Histonmethyltransferase - Histone methyltransferase

Histon-Lysin-
N-Methyltransferase
Bezeichner
EG-Nr. 2.1.1.43
CAS-Nr. 9055-08-7
Datenbanken
IntEnz IntEnz-Ansicht
BRENDA BRENDA-Eintrag
ExPASy NiceZyme-Ansicht
KEGG KEGG-Eintrag
MetaCyc Stoffwechselweg
PRIAM Profil
PDB- Strukturen RCSB PDB PDBe PDBsum
Gen-Ontologie AmiGO / QuickGO

Histon - Methyltransferasen ( HMT ) sind histonmodifizierende Enzyme (zB Histon-Lysin - N-Methyltransferasen und Histon-Arginin - N-Methyltransferasen), die katalysieren die Übertragung von einer, zwei oder drei Methylgruppen an Lysin und Arginin - Reste von Histon - Proteinen . Die Anlagerung von Methylgruppen erfolgt überwiegend an spezifischen Lysin- oder Argininresten der Histone H3 und H4. Zwei Haupttypen von Histon methyltranferases existieren, Lysin-spezifische (die eingestellt werden können ( S u (var) 3-9, E nHancer von Zeste, T rithorax) Domäne enthalten oder nicht-SET - Domäne enthält) und Arginin-spezifisch. In beiden Typen von Histon-Methyltransferasen dient S-Adenosylmethionin (SAM) als Cofaktor und Methyldonorgruppe.
Die genomische DNA von Eukaryoten verbindet sich mit Histone, um Chromatin zu bilden . Der Grad der Chromatinverdichtung hängt stark von der Histonmethylierung und anderen posttranslationalen Modifikationen von Histonen ab. Die Histon-Methylierung ist eine grundlegende epigenetische Modifikation des Chromatins, die Genexpression, genomische Stabilität, Stammzellreifung, Entwicklung der Zelllinie, genetische Prägung, DNA-Methylierung und Zellmitose bestimmt.

Vorderansicht des humanen Enzyms Histon-Lysin-N-Methyltransferase, H3-Lysin-4-spezifisch.
Rückansicht des humanen Enzyms Histon-Lysin-N-Methyltransferase, H3-Lysin-4-spezifisch. Aktive Sites deutlich sichtbar.

Typen

Die Klasse der Lysin-spezifischen Histon-Methyltransferasen wird in SET-Domänen-enthaltende und Nicht-SET-Domänen-enthaltend unterteilt. Wie durch ihre Moniker angezeigt, unterscheiden sich diese durch das Vorhandensein einer SET-Domäne, die eine Art Proteindomäne ist.

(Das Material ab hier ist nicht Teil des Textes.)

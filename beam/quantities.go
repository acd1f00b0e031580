package beam

import (
	"github.com/shopspring/decimal"

	"soffit.example/bars"
	"soffit.example/units"
)

// unitLength is what the quantities of demands given directly are for: a metre
// or a foot.
func unitLength(sys units.System) units.Length {
	if sys == units.US {
		return units.Foot.Of(1)
	}
	return units.Metre.Of(1)
}

// unitShare is how much of the search's masses, which are per metre with
// demands, goes to the quantities' length.
func (p *Problem) unitShare() float64 {
	if len(p.Brief.Spans) > 0 {
		return 1
	}
	return unitLength(p.System).In(units.Metre)
}

// takeOff counts the bars of a finished trial: masses by decimals from the
// catalogue's printed mass per length, so that the schedule's lines add up
// to the last digit.
func (r *Result) takeOff(t *Trial) {
	length := t.length()
	q := &r.Quantities
	q.PerLength = length.IsZero()
	if q.PerLength {
		length = unitLength(r.System)
	}
	massUnit, lengthUnit, printed := units.Kilogram, units.Metre, "kg"
	if r.System == units.US {
		massUnit, lengthUnit, printed = units.PoundMass, units.Foot, "lb"
	}
	line := func(mark, bar, shape string, count int, cut units.Length) units.Mass {
		size, err := t.Catalog.Size(bar)
		if err != nil {
			return units.Mass{}
		}
		perLength := size.PrintedMass().Value
		if per := size.PrintedMass().Unit; per != printed+"/"+lengthUnit.String() {
			perLength = decimal.NewFromFloat(size.MassPerLength.MulLength(lengthUnit.Of(1)).In(massUnit)).Round(6)
		}
		mass := decimal.NewFromInt(int64(count)).Mul(decimal.NewFromFloat(cut.In(lengthUnit)).Round(6)).Mul(perLength).Round(3)
		r.Schedule = append(r.Schedule, ScheduleLine{Mark: mark, Bar: bar, Count: count, Shape: shape, Length: cut, Mass: mass, MassUnit: printed})
		return massUnit.Of(mass.InexactFloat64())
	}
	for _, row := range r.Layout.Longitudinal {
		count := row.Count
		if row.Face == Side {
			count *= 2
		}
		q.SteelMass = q.SteelMass.Add(line(row.Mark, row.Bar, "straight", count, length))
	}
	for i := range t.Zones {
		z := &t.Zones[i]
		count := z.Count
		if q.PerLength {
			count = stirrupCount(Zone{To: length, Spacing: z.Spacing})
		}
		m := line(z.Mark, z.Bar, z.form().String()+" stirrup, 135-degree hooks", count, t.stirrupLength(t.ZoneBar[i], z))
		q.StirrupMass, q.SteelMass = q.StirrupMass.Add(m), q.SteelMass.Add(m)
	}
	for i := range t.Bent {
		b := &t.Bent[i]
		m := line(b.Mark, b.Bar, "slope of a bent bar, its straight parts not counted", b.Count*b.Bends, t.slope(i))
		q.SteelMass = q.SteelMass.Add(m)
	}
	q.Concrete = t.Geometry.Gross.MulLength(length)
	q.Form = t.Geometry.Form.MulLength(length)
	q.SteelPerConcrete = q.SteelMass.DivVolume(q.Concrete)
}

// slope is the length of bar across the web of the i-th bent bars, between the
// levels at which bars of their size would rest inside the stirrups; zero where
// there is no room between them.
func (t *Trial) slope(i int) units.Length {
	inside := t.Cover.Add(t.Stirrup.Diameter).Scale(2).Add(t.BentBar[i].Diameter)
	rise := t.Brief.Section.Depth.Sub(inside).Max(units.Length{})
	length, _, err := bars.Incline(rise, t.Bent[i].Angle)
	if err != nil {
		return units.Length{}
	}
	return length
}
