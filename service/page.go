package service

import (
	"bytes"
	"crypto/sha256"
	_ "embed"
	"encoding/base64"
	"fmt"
	"html/template"
	"net/http"
	"strings"

	"soffit.example/beam"
)

//go:embed page.html
var pageSource string

//go:embed page.css
var pageStyle string

// door is a row of the page for people.
type door struct{ Method, Path, Takes, Gives string }

func doors() []door {
	return []door{
		{"POST", "/v1/designs", "a brief", "bars and stirrups that carry the beam and fit, every check, every assumption, every reject"},
		{"POST", "/v1/checks", "a brief and a layout", "the same checks on that layout"},
		{"POST", "/v1/strengths", "a section and its steel, optional demands", "flexure, shear and torsion strengths with every intermediate value"},
		{"POST", "/v1/fits", "a form, a cover, a stirrup and bars", "how the bars lie: coordinates, clear distances, least width"},
		{"GET", "/v1/codes", "", "design codes offered"},
		{"GET", "/v1/bars", "", "bar catalogs; each under /v1/bars/ and its id"},
		{"GET", "/v1/units", "", "units that are read, with their exact factors"},
		{"GET", "/openapi.json", "", "the OpenAPI document of all this"},
		{"GET", "/healthz", "", "whether the service is alive"},
		{"GET", "/readyz", "", "whether it should be sent requests"},
	}
}

// shapeRow is a row of the page: the members of one shape of section or load.
type shapeRow struct{ Shape, Needs, May string }

// shapes lists the rules by shape; all admits what every shape may have.
func shapes[S interface {
	~uint8
	String() string
}](rules []rule, all string) (rows []shapeRow) {
	for i, r := range rules[1:] {
		rows = append(rows, shapeRow{S(i + 1).String(), listed(r.needs), listed(r.may + " " + all)})
	}
	return rows
}

// listed puts commas between the words of a list.
func listed(words string) string { return strings.Join(strings.Fields(words), ", ") }

// page is the page for people: the doors, and what the problems mean.
func (s *Service) page() (*document, error) {
	t, err := template.New("page").Parse(pageSource)
	if err != nil {
		return nil, fmt.Errorf("service: page: %w", err)
	}
	type entry struct {
		Name   string
		Status int
		Title  string
		About  string
	}
	var problems []entry
	for _, k := range kinds() {
		problems = append(problems, entry{k.name, k.status, k.title, k.about})
	}
	var b bytes.Buffer
	err = t.Execute(&b, map[string]any{
		"Style": template.CSS(pageStyle), "Version": beam.Version, "Doors": doors(), "Problems": problems, "Codes": s.codeList().Codes,
		"Shapes": shapes[beam.Shape](sectionRules[:], "joist"), "Loads": shapes[beam.LoadShape](loadRules[:], ""),
	})
	if err != nil {
		return nil, fmt.Errorf("service: page: %w", err)
	}
	d := newDocument("text/html; charset=utf-8", b.Bytes())
	sum := sha256.Sum256([]byte(pageStyle))
	d.policy = "default-src 'none'; style-src 'sha256-" + base64.StdEncoding.EncodeToString(sum[:]) + "'; frame-ancestors 'none'; base-uri 'none'; form-action 'none'"
	return d, nil
}

// problemKind leads the type of a problem to its description.
func (s *Service) problemKind(w http.ResponseWriter, r *http.Request) error {
	for _, k := range kinds() {
		if k.name == r.PathValue("kind") {
			http.Redirect(w, r, "/#problem-"+k.name, http.StatusFound)
			return nil
		}
	}
	return &problem{kind: notFound, detail: "there is no problem of this name"}
}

Humane Gene, die Proteine ​​mit Histon-Methyltransferase-Aktivität kodieren, umfassen:

SET-Domänen-enthaltend Lysin-spezifisch

Struktur

Die an der Methyltransferase-Aktivität beteiligten Strukturen sind die SET-Domäne (bestehend aus ungefähr 130 Aminosäuren), die Prä-SET- und die Post-SET-Domäne. Die Prä-SET- und Post-SET-Domänen flankieren die SET-Domäne auf beiden Seiten. Die Prä-SET-Region enthält Cysteinreste, die dreieckige Zinkcluster bilden, die die Zinkatome fest binden und die Struktur stabilisieren. Die SET-Domäne selbst enthält einen katalytischen Kern, der reich an β-Strängen ist, die wiederum mehrere Regionen von β-Faltblättern bilden. Häufig bilden die in der Prä-SET-Domäne gefundenen β-Stränge β-Faltblätter mit den β-Strängen der SET-Domäne, was zu leichten Variationen der SET-Domänenstruktur führt. Diese kleinen Änderungen verändern die Spezifität der Zielrest-Stelle für die Methylierung und ermöglichen es den SET-Domänen-Methyltransferasen, auf viele verschiedene Reste abzuzielen. Dieses Zusammenspiel zwischen der Prä-SET-Domäne und dem katalytischen Kern ist entscheidend für die Enzymfunktion.

Katalytischer Mechanismus

Damit die Reaktion ablaufen kann, müssen zuerst S-Adenosylmethionin (SAM) und der Lysinrest des Substrathistonschwanzes in der katalytischen Tasche der SET-Domäne gebunden und richtig ausgerichtet werden. Als nächstes deprotoniert ein nahegelegener Tyrosinrest die ε-Aminogruppe des Lysinrests. Die Lysinkette greift dann die Methylgruppe am Schwefelatom des SAM-Moleküls nukleophil an und überträgt die Methylgruppe auf die Lysinseitenkette.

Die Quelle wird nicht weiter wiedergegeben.